Lorraine Devon Wilke wrote an article for the Huffington Post's religion section recently. In it she pleads with self identified Christians who dwell at our religion's center to please speak up, to raise our hands, to just let folks know we exist.
I'm not sure when Christianity became a religion of extremism in this country, but it has. Ask most non churchgoing Americans about Christianity and the first thing out of their mouth won't be about Jesus. It will probably contain the words "hate," "extremist," or "hypocrite." Sadly, much of the Christianity that dominates the airwaves today is at least one of those things.
So how did it happen, how did the followers of a peace loving, leper healing, poor feeding, dead raising, rich condemning, sex-ignoring, wealth redistributing, judgement refusing, sins forgiving preacher with nothing but the clothes on his back who died for his refusal to stop being all those things; turn into what non-Christians see today?
Let me say first, we're not all the same. Just like Muslims, Jews, Hindus and the rest; not all Christians are the same. That isn't surprising, that's called being human. We will never all agree on anything, ever; even the fact that we'll never agree!
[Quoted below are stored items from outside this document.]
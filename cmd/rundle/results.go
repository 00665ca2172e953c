package main

import (
	"fmt"
	"io"
	"maps"
	"slices"
	"strings"

	"rundle/internal/runfolder"
)

// results prints a result: the document of result.json with --json, else a summary.
func (c *console) results(r *runfolder.Result, origin string) error {
	if c.json {
		text, err := runfolder.EncodeResult(r)
		if err != nil {
			return err
		}
		_, err = c.stdout.Write(text)
		return err
	}
	_, err := io.WriteString(c.stdout, summary(r, origin))
	return err
}

func summary(r *runfolder.Result, origin string) string {
	var b strings.Builder
	if r.Model.Title != "" {
		fmt.Fprintln(&b, r.Model.Title)
	}
	fmt.Fprintf(&b, "%s\n", origin)
	levelTable(&b, r)
	for _, s := range r.States {
		summarizeState(&b, r, &s)
	}
	return b.String()
}

// levelTable lists the levels of a run for several states, a multiplet that has several of them with its splitting.
func levelTable(b *strings.Builder, r *runfolder.Result) {
	if len(r.Multiplets) == 0 {
		return
	}
	var rows [][]string
	for k, s := range r.States {
		gap := ""
		if k > 0 && s.Gap != nil && s.GapError != nil {
			gap = withError(*s.Gap, *s.GapError)
		}
		rows = append(rows, []string{fmt.Sprint(k), fmt.Sprint(s.Multiplet), sectorText(s.Sector), withError(s.EnergyLimit, s.EnergyError), gap, string(s.Verdict)})
	}
	fmt.Fprintf(b, "\n%s", grid([]string{"level", "multiplet", "sector", "energy", "above the first", "verdict"}, rows, "level", "multiplet"))
	for k, m := range r.Multiplets {
		if m.Count > 1 {
			fmt.Fprintf(b, "multiplet %d: %d states at %s, split by at most %s\n", k, m.Count, withError(m.Energy, m.EnergyError), shortError(m.SplittingBound))
		}
	}
}

func summarizeState(b *strings.Builder, r *runfolder.Result, s *runfolder.State) {
	fmt.Fprintf(b, "\nsector:   %s\n", sectorText(s.Sector))
	fmt.Fprintf(b, "energy:   %s\n", withError(s.EnergyLimit, s.EnergyError))
	fmt.Fprintf(b, "verdict:  %s\n", s.Verdict)
	if s.Reason != "" {
		fmt.Fprintf(b, "          %s\n", s.Reason)
	}
	fmt.Fprintf(b, "state:    <H> = %.12g, bond dimension %d, %s, %s arithmetic, %s\n", s.Energy, s.LargestBond,
		counted(s.Sweeps, "sweep"), r.Model.Arithmetic, duration(s.Seconds))
	if s.Variance != nil {
		fmt.Fprintf(b, "variance: %.1e\n", *s.Variance)
	}
	if s.TopOccupation != nil {
		fmt.Fprintf(b, "largest probability of a full boson site: %.1e\n", *s.TopOccupation)
	}
	if cut := middleCut(s.Entanglement); cut != nil {
		fmt.Fprintf(b, "entropy:  %.6f nats at the cut after site %d\n", cut.Entropy, cut.AfterSite)
	}
	for _, name := range slices.Sorted(maps.Keys(s.Observations)) {
		fmt.Fprintf(b, "\n%s\n%s", name, observationTable(s.Observations[name]))
	}
}

func sectorText(n runfolder.Numbers) string {
	var parts []string
	for _, name := range slices.Sorted(maps.Keys(n)) {
		parts = append(parts, name+" = "+plain(n[name]))
	}
	if len(parts) == 0 {
		return "nothing conserved"
	}
	return strings.Join(parts, ", ")
}

// middleCut is the cut between rungs nearest to the middle, nil if there is none.
func middleCut(e *runfolder.Entanglement) *runfolder.Cut {
	if e == nil {
		return nil
	}
	var best *runfolder.Cut
	distance := func(c *runfolder.Cut) int { return max(2*c.AfterSite+1-len(e.Cuts), len(e.Cuts)-2*c.AfterSite-1) }
	for i := range e.Cuts {
		if c := &e.Cuts[i]; c.RungEdge && (best == nil || distance(c) < distance(best)) {
			best = c
		}
	}
	return best
}

// shownValues is how many values of an observation a summary shows; result.json has all.
const shownValues = 12

func observationTable(all []runfolder.Observation) string {
	if len(all) == 0 {
		return "  no place on this ladder\n"
	}
	names := slices.SortedFunc(maps.Keys(all[0].At), compareIndices)
	var rows [][]string
	for i, o := range all {
		if i == shownValues {
			break
		}
		var row []string
		for _, name := range names {
			row = append(row, fmt.Sprint(o.At[name]))
		}
		value := digits(o.Value.Re, o.Error)
		if o.Value.Complex {
			value = complexText(o)
		}
		rows = append(rows, append(row, value, shortError(o.Error)))
	}
	text := grid(append(slices.Clone(names), "value", "error"), rows, "value", "error")
	if n := len(all) - shownValues; n > 0 {
		text += fmt.Sprintf("  and %d more\n", n)
	}
	return text
}

func complexText(o runfolder.Observation) string {
	im := digits(o.Value.Im, o.Error)
	sign := "+"
	if strings.HasPrefix(im, "-") {
		sign, im = "-", im[1:]
	}
	return fmt.Sprintf("%s %s %si", digits(o.Value.Re, o.Error), sign, im)
}

// compareIndices orders the indices of the first operator of a pair before those of the second, j first.
func compareIndices(a, b string) int {
	rank := func(s string) string {
		mark := "0"
		if strings.HasSuffix(s, "'") {
			mark = "1"
		}
		if strings.TrimSuffix(s, "'") == "j" {
			return mark
		}
		return mark + s
	}
	return strings.Compare(rank(a), rank(b))
}
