package mpo

import (
	"rundle/internal/dense"
	"rundle/internal/task"
)

// gemmTask is C (+)= op(A) op(B) on offsets into three slabs.
type gemmTask struct {
	a, b, c       int
	m, n, k       int
	lda, ldb, ldc int
	opA, opB      dense.Op
	add           bool // accumulate into C
}

func (g *gemmTask) flops() float64 { return 2 * float64(g.m) * float64(g.n) * float64(g.k) }

// moveTask is dst += value * src on a strided matrix.
type moveTask[T dense.Scalar] struct {
	src, dst   int
	rows, cols int
	lds, ldd   int
	value      T
}

// piece is a stretch of the middle slab with the moves that fill it, moves[from:to].
type piece struct{ start, size, from, to int }

// chain is a stretch of the GEMMs of the last pass that write to the same block of the result, last[from:to].
type chain struct{ from, to int }

// network is the plan of one contraction environment · tensor · MPO · (environment or tensor), in three passes:
//
//  1. GEMM of one outer factor with the tensor into the slab x, one task a block pair;
//  2. the sparse MPO entries as scaled copies from x to y, one task a piece of y;
//  3. GEMM of y with the other outer factor into the result, one chain a result block.
//
// Every piece has one writer and chains run in a fixed order, so the result does not depend on the number of threads.
type network[T dense.Scalar] struct {
	first        []gemmTask
	moves        []moveTask[T]
	pieces       []piece
	last         []gemmTask
	chains       []chain
	xSize, ySize int

	firstFlops, middleWork, lastFlops float64
}

// piece gives the moves that no piece holds yet, with targets counted from zero, a place of n elements in y.
func (p *network[T]) piece(y *slab, n int) (start int) {
	start = y.take(n)
	from := 0
	if len(p.pieces) > 0 {
		from = p.pieces[len(p.pieces)-1].to
	}
	for i := range p.moves[from:] {
		p.moves[from+i].dst += start
	}
	p.pieces = append(p.pieces, piece{start, n, from, len(p.moves)})
	return start
}

// chained adds a GEMM to the open chain: the first one overwrites, the others add.
func (p *network[T]) chained(g gemmTask) {
	g.add = len(p.last) > p.closed()
	p.last = append(p.last, g)
}

// endChain closes the open chain, if there is one.
func (p *network[T]) endChain() {
	if from := p.closed(); len(p.last) > from {
		p.chains = append(p.chains, chain{from, len(p.last)})
	}
}

// closed is the number of GEMMs in closed chains.
func (p *network[T]) closed() int {
	if len(p.chains) == 0 {
		return 0
	}
	return p.chains[len(p.chains)-1].to
}

// Workspace holds what plans need while they run. The zero value is ready; it grows and is reused.
// It is not for concurrent use.
type Workspace[T dense.Scalar] struct {
	x, y   []T   // the two slabs between the passes of a network
	space  [][]T // of the bands, by worker
	mixed  []T   // of a growth
	run    projectionRun[T]
	growth growthRun[T]
}

// spaces returns n elements for each thread.
func (ws *Workspace[T]) spaces(threads, n int) [][]T {
	for len(ws.space) < threads {
		ws.space = append(ws.space, nil)
	}
	for i := range threads {
		ws.space[i] = grow(ws.space[i], n)
	}
	return ws.space
}

func grow[T any](s []T, n int) []T {
	if cap(s) < n {
		return make([]T, n)
	}
	return s[:n]
}

// seal notes the sizes of the slabs, sorts the lists by work, largest first, and adds up their cost.
func (p *network[T]) seal(x, y slab) {
	p.xSize, p.ySize = x.size, y.size
	p.first, p.firstFlops = byWork(p.first, func(g *gemmTask) float64 { return g.flops() })
	p.pieces, p.middleWork = byWork(p.pieces, func(q *piece) (work float64) {
		for i := range p.moves[q.from:q.to] {
			m := &p.moves[q.from+i]
			work += float64(m.rows) * float64(m.cols)
		}
		return work
	})
	p.chains, p.lastFlops = byWork(p.chains, func(c *chain) (work float64) {
		for i := c.from; i < c.to; i++ {
			work += p.last[i].flops()
		}
		return work
	})
}

// byWork returns a list in order of decreasing work, and the sum.
func byWork[S any](list []S, cost func(*S) float64) ([]S, float64) {
	work, total := make([]float64, len(list)), 0.0
	for i := range list {
		work[i] = cost(&list[i])
		total += work[i]
	}
	return reorder(list, task.ByWork(work)), total
}

// flops returns the operations of one run.
func (p *network[T]) flops() float64 { return p.firstFlops + p.lastFlops + 2*p.middleWork }

func reorder[S any](s []S, order []int) []S {
	out := make([]S, len(s))
	for i, j := range order {
		out[i] = s[j]
	}
	return out
}

// copyWeight states one element moved in flops, for the decision to go parallel: a scaled copy runs at memory speed.
const copyWeight = 16

// run overwrites dst. In pass 1 the GEMMs multiply firstA[a] · firstB[b]; in pass 3 lastA[a] · lastB[b], where a nil
// operand stands for the middle slab y.
func (p *network[T]) run(dst, firstA, firstB, lastA, lastB []T, ws *Workspace[T], pool *task.Pool) {
	ws.x, ws.y = grow(ws.x, p.xSize), grow(ws.y, p.ySize)
	x, y := ws.x, ws.y
	pool.Do(len(p.first), p.firstFlops, func(_, i int) {
		g := &p.first[i]
		multiply(g, firstA, firstB, x)
	})
	p.runMiddle(x, y, pool)
	if lastA == nil {
		lastA = y
	}
	if lastB == nil {
		lastB = y
	}
	clear(dst)
	pool.Do(len(p.chains), p.lastFlops, func(_, i int) {
		for j := p.chains[i].from; j < p.chains[i].to; j++ {
			multiply(&p.last[j], lastA, lastB, dst)
		}
	})
}

func (p *network[T]) runMiddle(x, y []T, pool *task.Pool) {
	pool.Do(len(p.pieces), copyWeight*p.middleWork, func(_, i int) {
		q := p.pieces[i]
		clear(y[q.start : q.start+q.size])
		for j := q.from; j < q.to; j++ {
			move(&p.moves[j], x, y)
		}
	})
}

func multiply[T dense.Scalar](g *gemmTask, a, b, c []T) {
	beta := dense.FromFloat[T](0)
	if g.add {
		beta = dense.FromFloat[T](1)
	}
	dense.Gemm(g.opA, g.opB, g.m, g.n, g.k, dense.FromFloat[T](1), a[g.a:], g.lda, b[g.b:], g.ldb, beta, c[g.c:], g.ldc)
}

func move[T dense.Scalar](m *moveTask[T], x, y []T) {
	if m.lds == m.cols && m.ldd == m.cols {
		n := m.rows * m.cols
		dense.Axpy(m.value, x[m.src:m.src+n], y[m.dst:m.dst+n])
		return
	}
	for r := 0; r < m.rows; r++ {
		s, d := m.src+r*m.lds, m.dst+r*m.ldd
		dense.Axpy(m.value, x[s:s+m.cols], y[d:d+m.cols])
	}
}

// slab hands out aligned stretches of a slab that does not exist yet.
type slab struct{ size int }

func (s *slab) take(n int) int {
	at := s.size
	s.size += (n + 7) &^ 7
	return at
}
But how did one particular group of very loud angry people become the identifier for the whole faith. After all, if I had a nickel for every time someone has said to me that they like Jesus, but they simply can't live with "Christians" (many folks use air quotes at this point) I'd be a very wealthy woman. OK, maybe not wealthy, but I wouldn't be using a six year old laptop to type this!
Part of the issue is, of course, the morphing of the "news" from just that, to entertainment. What gets on the air today is controversy. Which is likely to cause more viewers to tune in: a ranting preacher on Fox News shouting warnings that two men being allowed to make a legal union will end society and religion as we know it; or a young woman in a clerical collar calmly pointing out that legal marriage is not the same as holy matrimony and that we're supposed to have a separation of church and state, and not everyone has a religion that forbids two men (or women) to marry. OK, that's too easy. Of course the first. Because anytime you can whip up emotion, any time you can create a boogieman, anytime you can convince people that the very things they hold sacred are under attack; you've just sold a whole lot more product.
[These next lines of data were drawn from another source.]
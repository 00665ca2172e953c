package mpo

import (
	"math/bits"
	"testing"

	"github.com/stretchr/testify/require"
	"pgregory.net/rapid"
)

// smallestCover tries all sets of left vertices: the right vertices a set leaves necessary are the neighbours of the others.
func smallestCover(g *graph) int {
	best := g.left()
	for set := range 1 << g.left() {
		needed := 0
		for u := range g.left() {
			if set>>u&1 == 0 {
				for _, v := range g.adj[g.start[u]:g.start[u+1]] {
					needed |= 1 << v
				}
			}
		}
		best = min(best, bits.OnesCount(uint(set))+bits.OnesCount(uint(needed)))
	}
	return best
}

func drawGraph(t *rapid.T) *graph {
	left, right := rapid.IntRange(0, 9).Draw(t, "left"), rapid.IntRange(1, 9).Draw(t, "right")
	g := &graph{right: right, start: make([]int32, 1, left+1)}
	for range left {
		for v := range right {
			if rapid.IntRange(0, 3).Draw(t, "edge") == 0 {
				g.adj = append(g.adj, int32(v))
			}
		}
		g.start = append(g.start, int32(len(g.adj)))
	}
	return g
}

func TestCoverIsSmallest(t *testing.T) {
	var c coverer // reused, as Build does
	rapid.Check(t, func(t *rapid.T) {
		g := drawGraph(t)
		inL, inR := c.cover(g)
		size := 0
		for u := range g.left() {
			if inL[u] {
				size++
			}
			for _, v := range g.adj[g.start[u]:g.start[u+1]] {
				require.True(t, inL[u] || inR[v], "edge %d-%d is not covered", u, v)
			}
		}
		for v := range g.right {
			if inR[v] {
				size++
			}
		}
		require.Equal(t, smallestCover(g), size)
		require.Equal(t, size, c.match(g), "Koenig: cover and matching are of one size")
	})
}

// On a ladder of alternating edges the greedy matching is bad and an augmenting path runs the whole length.
func TestMatchLongPath(t *testing.T) {
	const n = 20_000
	g := &graph{right: n, start: []int32{0}}
	for u := range int32(n) {
		if u+1 < n {
			g.adj = append(g.adj, u+1, u)
		} else {
			g.adj = append(g.adj, u)
		}
		g.start = append(g.start, int32(len(g.adj)))
	}
	g.adj[len(g.adj)-1] = n - 1 // taken by its neighbour
	var c coverer
	require.Equal(t, n, c.match(g))
}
Shysters and conmen have known that long before Jesus of Nazareth walked the Earth. They tended to be the false prophets the ancient Hebrews were so keen on not falling prey to. And the truth is, the vast majority of Christians have very little time for whipping people into a frenzy. We're too busy doing the work. We're busy writing sermons (which reminds me...), stocking food pantries, answering domestic abuse hotlines, filling gas tanks for a stranded family, visiting the hospitalized and imprisoned, assuring a distraught young man that God loves him and God made him a good creation. We're busy crafting liturgy that lifts people up out of the darkness of this world and shows them the hope of what can be. We're busy reading and discussing, and studying, and praying over our living scriptures that have had a word of good news for every prior generation and still speak words of hope to us today.
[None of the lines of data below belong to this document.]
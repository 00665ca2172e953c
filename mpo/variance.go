package mpo

import (
	"math"

	"rundle/internal/dense"
	"rundle/internal/task"
	"rundle/mps"
	"rundle/mps/block"
)

// Variance returns ||(h - E) psi||² / ||psi||² with E = <h>, which is <(h - E)²> for Hermitian h, and an estimate, on the large side,
// of the rounding error in it. A result below the estimate, negative ones included, says no more than that. h must add no charge.
//
// No large numbers are subtracted: E is taken off inside the operator, spread over the sites so that the finished part of h on
// the left of each cut has expectation value zero, and the product (h - E)^+ (h - E) is contracted as one compressed operator.
//
// The estimate follows the rounding of each step to the end. In the contraction up to site i, entry v between indices a and w
// adds v L[a] to L[w], where L are the environments on the left; elements of size |v L[a]| are rounded independently
// and reach the result multiplied by elements of R[w], the environment on the right. The squares
//
//	(4 eps |v| ||L[a]||_F max|R[w]|)²
//
// are summed over all entries and sites. To their root come the difference between the contractions from the two ends and
// what the compression of the product left out.
func Variance[T dense.Scalar](psi *mps.Chain[T], h *Operator[T], pool *task.Pool) (variance, rounding float64) {
	mustAct("variance", h, psi)
	psi = normalized(psi, 0, pool)
	shares := localShares(psi, h, pool)
	for i := range shares {
		shares[i] = -shares[i]
	}
	rest := shift(h, shares).operator()
	square, dropped := product(Adjoint(rest), rest, Options{Tolerance: 1e-14}.settle())

	fromRight, tops := contractRight(psi, square, pool)
	fromLeft, noise2 := contractLeft(psi, square, tops, pool)
	return fromLeft, math.Sqrt(noise2) + math.Abs(fromLeft-fromRight) + dropped
}

// localShares splits the expectation value of h by sites: share i is what the terms add that end at site i. The centre of psi
// is its first site.
func localShares[T dense.Scalar](psi *mps.Chain[T], h *Operator[T], pool *task.Pool) []T {
	shares := make([]T, h.Len())
	var ws Workspace[T]
	env, before := LeftEdge(h), dense.FromFloat[T](0)
	for i := range h.Sites {
		env = GrowLeft(h, i, env, psi.Sites[i], psi.Sites[i], &ws, pool)
		after := dense.FromFloat[T](0)
		if d := h.Bonds[i+1].Done; d >= 0 {
			after = trace(env, h.Bonds[i+1], d)
		}
		shares[i], before = after-before, after
	}
	return shares
}

// trace sums the diagonal of a left environment at one index of the bond, of charge zero.
func trace[T dense.Scalar](env *block.Tensor[T], bond Bond, index int) T {
	sum := dense.FromFloat[T](0)
	for i, b := range env.Blocks {
		first := env.Axes[1].Offset(b.Sectors[1])
		n, w := b.Shape[0], b.Shape[1]
		if index < first || index >= first+w || env.Axes[0].Sectors[b.Sectors[0]].Charge != env.Axes[2].Sectors[b.Sectors[2]].Charge {
			continue
		}
		data := env.Block(i)
		for r := range n {
			sum += data[(r*w+index-first)*b.Shape[2]+r]
		}
	}
	return sum
}

// contractRight returns <psi|o|psi>, contracted from the right end, and the largest element of each index of every environment.
func contractRight[T dense.Scalar](psi *mps.Chain[T], o *Operator[T], pool *task.Pool) (value float64, tops [][]float64) {
	var ws Workspace[T]
	n := o.Len()
	tops = make([][]float64, n+1)
	env := RightEdge(o, psi.Charge(), psi.Charge())
	tops[n] = largest(env, 0, o.Bonds[n].Dim())
	for i := n - 1; i >= 0; i-- {
		env = GrowRight(o, i, env, psi.Sites[i], psi.Sites[i], &ws, pool)
		tops[i] = largest(env, 0, o.Bonds[i].Dim())
	}
	return dense.Real(edgeValue(env, 0)), tops
}

// contractLeft returns <psi|o|psi>, contracted from the left end, and the sum of squares of the rounding model of Variance.
func contractLeft[T dense.Scalar](psi *mps.Chain[T], o *Operator[T], tops [][]float64, pool *task.Pool) (value, noise2 float64) {
	const step = 4 * 0x1p-52
	var ws Workspace[T]
	env := LeftEdge(o)
	for i := range o.Sites {
		size := norms(env, 1, o.Bonds[i].Dim())
		for _, e := range o.Sites[i] {
			x := step * dense.Abs(e.Value) * size[e.Left] * tops[i+1][e.Right]
			noise2 += x * x
		}
		env = GrowLeft(o, i, env, psi.Sites[i], psi.Sites[i], &ws, pool)
	}
	return dense.Real(edgeValue(env, 0)), noise2
}

// norms returns the Frobenius norm of an environment at each of n indices of its MPO axis.
func norms[T dense.Scalar](env *block.Tensor[T], axis, n int) []float64 {
	sums := make([]float64, n)
	eachIndex(env, axis, func(w int, x T) { a := dense.Abs(x); sums[w] += a * a })
	for w := range sums {
		sums[w] = math.Sqrt(sums[w])
	}
	return sums
}

// largest returns the largest element of an environment at each of n indices of its MPO axis.
func largest[T dense.Scalar](env *block.Tensor[T], axis, n int) []float64 {
	tops := make([]float64, n)
	eachIndex(env, axis, func(w int, x T) { tops[w] = max(tops[w], dense.Abs(x)) })
	return tops
}

// eachIndex visits all elements with their index on the axis.
func eachIndex[T dense.Scalar](t *block.Tensor[T], axis int, visit func(w int, x T)) {
	for i, b := range t.Blocks {
		first, inner := t.Axes[axis].Offset(b.Sectors[axis]), 1
		for _, d := range b.Shape[axis+1:] {
			inner *= d
		}
		for k, x := range t.Block(i) {
			visit(first+k/inner%b.Shape[axis], x)
		}
	}
}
We're here. We're just not loud, and we're not obnoxious, and we'll never get on Fox News, or some other "entertainment news" program because we don't want to scare you. We would rather point out that the thing God says more than anything else in the whole Bible is: "Do not be afraid." Over and over again, do not be afraid. Each time life breaks upon the people of our sacred stories, each time change threatens, God is there at the tip of that change pushing the scales over toward something new and calling out "Don't be afraid." The whole of scripture adds in silent echo: "open your eyes, stop clenching your fists in terror, get up and help me give this old world a push, because what comes next is going to amaze you!"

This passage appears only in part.